Extracted data entries

☆ ☆ ☆

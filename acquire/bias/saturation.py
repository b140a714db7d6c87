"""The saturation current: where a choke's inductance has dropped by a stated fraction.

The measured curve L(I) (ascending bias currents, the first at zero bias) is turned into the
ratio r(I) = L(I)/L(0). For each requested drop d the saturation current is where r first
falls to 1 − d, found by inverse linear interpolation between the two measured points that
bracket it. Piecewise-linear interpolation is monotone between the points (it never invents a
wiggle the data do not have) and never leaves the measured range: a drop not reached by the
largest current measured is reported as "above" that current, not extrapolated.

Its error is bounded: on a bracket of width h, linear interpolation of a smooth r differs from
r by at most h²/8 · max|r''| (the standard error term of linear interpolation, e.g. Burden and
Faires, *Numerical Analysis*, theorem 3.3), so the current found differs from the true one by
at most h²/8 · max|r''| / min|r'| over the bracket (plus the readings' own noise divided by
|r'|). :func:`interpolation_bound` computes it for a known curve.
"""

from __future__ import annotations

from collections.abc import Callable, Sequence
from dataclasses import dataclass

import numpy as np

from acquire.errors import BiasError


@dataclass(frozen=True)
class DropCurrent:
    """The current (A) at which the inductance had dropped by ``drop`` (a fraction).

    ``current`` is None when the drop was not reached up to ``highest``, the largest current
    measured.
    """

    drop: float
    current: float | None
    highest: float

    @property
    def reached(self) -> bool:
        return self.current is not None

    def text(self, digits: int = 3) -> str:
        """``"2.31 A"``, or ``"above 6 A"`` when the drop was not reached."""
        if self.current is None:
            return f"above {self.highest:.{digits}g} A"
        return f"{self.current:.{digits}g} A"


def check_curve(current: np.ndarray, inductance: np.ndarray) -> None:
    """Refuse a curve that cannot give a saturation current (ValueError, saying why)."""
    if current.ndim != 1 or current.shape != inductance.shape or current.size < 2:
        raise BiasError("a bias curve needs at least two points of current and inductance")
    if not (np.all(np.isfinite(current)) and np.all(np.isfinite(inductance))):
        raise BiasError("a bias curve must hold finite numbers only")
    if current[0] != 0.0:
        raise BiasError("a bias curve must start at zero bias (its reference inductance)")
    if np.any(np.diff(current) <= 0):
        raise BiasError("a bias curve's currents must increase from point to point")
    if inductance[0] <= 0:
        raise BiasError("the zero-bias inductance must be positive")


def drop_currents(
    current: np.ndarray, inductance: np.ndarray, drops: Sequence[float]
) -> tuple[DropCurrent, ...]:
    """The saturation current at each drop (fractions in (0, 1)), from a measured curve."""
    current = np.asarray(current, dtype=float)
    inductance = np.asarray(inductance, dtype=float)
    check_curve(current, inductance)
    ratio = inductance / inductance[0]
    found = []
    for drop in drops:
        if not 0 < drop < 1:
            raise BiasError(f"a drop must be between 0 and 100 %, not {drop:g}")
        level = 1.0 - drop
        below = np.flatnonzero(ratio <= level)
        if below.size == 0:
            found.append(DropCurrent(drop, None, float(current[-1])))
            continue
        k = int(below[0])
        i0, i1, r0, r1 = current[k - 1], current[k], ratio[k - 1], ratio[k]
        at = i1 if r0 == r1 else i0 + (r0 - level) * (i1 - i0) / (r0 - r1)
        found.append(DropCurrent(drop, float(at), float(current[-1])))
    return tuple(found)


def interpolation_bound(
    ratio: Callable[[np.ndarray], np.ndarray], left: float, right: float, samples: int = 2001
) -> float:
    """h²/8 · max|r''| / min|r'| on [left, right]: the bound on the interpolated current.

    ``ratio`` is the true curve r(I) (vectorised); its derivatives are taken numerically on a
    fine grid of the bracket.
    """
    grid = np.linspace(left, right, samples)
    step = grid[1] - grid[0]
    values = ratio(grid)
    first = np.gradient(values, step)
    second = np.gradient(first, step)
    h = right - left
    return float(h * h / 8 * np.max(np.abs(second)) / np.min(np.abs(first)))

☆ ☆ ☆

> _Exercise_
Each record above has to be retyped exactly, with nothing left out.

> _Output_
filename acquire/bias/saturation.py
repository b140a714db7d6c87
"""The saturation current: where a choke's inductance has dropped by a stated fraction.

The measured curve L(I) (ascending bias currents, the first at zero bias) is turned into the
ratio r(I) = L(I)/L(0). For each requested drop d the saturation current is where r first
falls to 1 − d, found by inverse linear interpolation between the two measured points that
bracket it. Piecewise-linear interpolation is monotone between the points (it never invents a
wiggle the data do not have) and never leaves the measured range: a drop not reached by the
largest current measured is reported as "above" that current, not extrapolated.

Its error is bounded: on a bracket of width h, linear interpolation of a smooth r differs from
r by at most h²/8 · max|r''| (the standard error term of linear interpolation, e.g. Burden and
Faires, *Numerical Analysis*, theorem 3.3), so the current found differs from the true one by
at most h²/8 · max|r''| / min|r'| over the bracket (plus the readings' own noise divided by
|r'|). :func:`interpolation_bound` computes it for a known curve.
"""

from __future__ import annotations

from collections.abc import Callable, Sequence
from dataclasses import dataclass

import numpy as np

from acquire.errors import BiasError


@dataclass(frozen=True)
class DropCurrent:
    """The current (A) at which the inductance had dropped by ``drop`` (a fraction).

    ``current`` is None when the drop was not reached up to ``highest``, the largest current
    measured.
    """

    drop: float
    current: float | None
    highest: float

    @property
    def reached(self) -> bool:
        return self.current is not None

    def text(self, digits: int = 3) -> str:
        """``"2.31 A"``, or ``"above 6 A"`` when the drop was not reached."""
        if self.current is None:
            return f"above {self.highest:.{digits}g} A"
        return f"{self.current:.{digits}g} A"


def check_curve(current: np.ndarray, inductance: np.ndarray) -> None:
    """Refuse a curve that cannot give a saturation current (ValueError, saying why)."""
    if current.ndim != 1 or current.shape != inductance.shape or current.size < 2:
        raise BiasError("a bias curve needs at least two points of current and inductance")
    if not (np.all(np.isfinite(current)) and np.all(np.isfinite(inductance))):
        raise BiasError("a bias curve must hold finite numbers only")
    if current[0] != 0.0:
        raise BiasError("a bias curve must start at zero bias (its reference inductance)")
    if np.any(np.diff(current) <= 0):
        raise BiasError("a bias curve's currents must increase from point to point")
    if inductance[0] <= 0:
        raise BiasError("the zero-bias inductance must be positive")


def drop_currents(
    current: np.ndarray, inductance: np.ndarray, drops: Sequence[float]
) -> tuple[DropCurrent, ...]:
    """The saturation current at each drop (fractions in (0, 1)), from a measured curve."""
    current = np.asarray(current, dtype=float)
    inductance = np.asarray(inductance, dtype=float)
    check_curve(current, inductance)
    ratio = inductance / inductance[0]
    found = []
    for drop in drops:
        if not 0 < drop < 1:
            raise BiasError(f"a drop must be between 0 and 100 %, not {drop:g}")
        level = 1.0 - drop
        below = np.flatnonzero(ratio <= level)
        if below.size == 0:
            found.append(DropCurrent(drop, None, float(current[-1])))
            continue
        k = int(below[0])
        i0, i1, r0, r1 = current[k - 1], current[k], ratio[k - 1], ratio[k]
        at = i1 if r0 == r1 else i0 + (r0 - level) * (i1 - i0) / (r0 - r1)
        found.append(DropCurrent(drop, float(at), float(current[-1])))
    return tuple(found)


def interpolation_bound(
    ratio: Callable[[np.ndarray], np.ndarray], left: float, right: float, samples: int = 2001
) -> float:
    """h²/8 · max|r''| / min|r'| on [left, right]: the bound on the interpolated current.

    ``ratio`` is the true curve r(I) (vectorised); its derivatives are taken numerically on a
    fine grid of the bracket.
    """
    grid = np.linspace(left, right, samples)
    step = grid[1] - grid[0]
    values = ratio(grid)
    first = np.gradient(values, step)
    second = np.gradient(first, step)
    h = right - left
    return float(h * h / 8 * np.max(np.abs(second)) / np.min(np.abs(first)))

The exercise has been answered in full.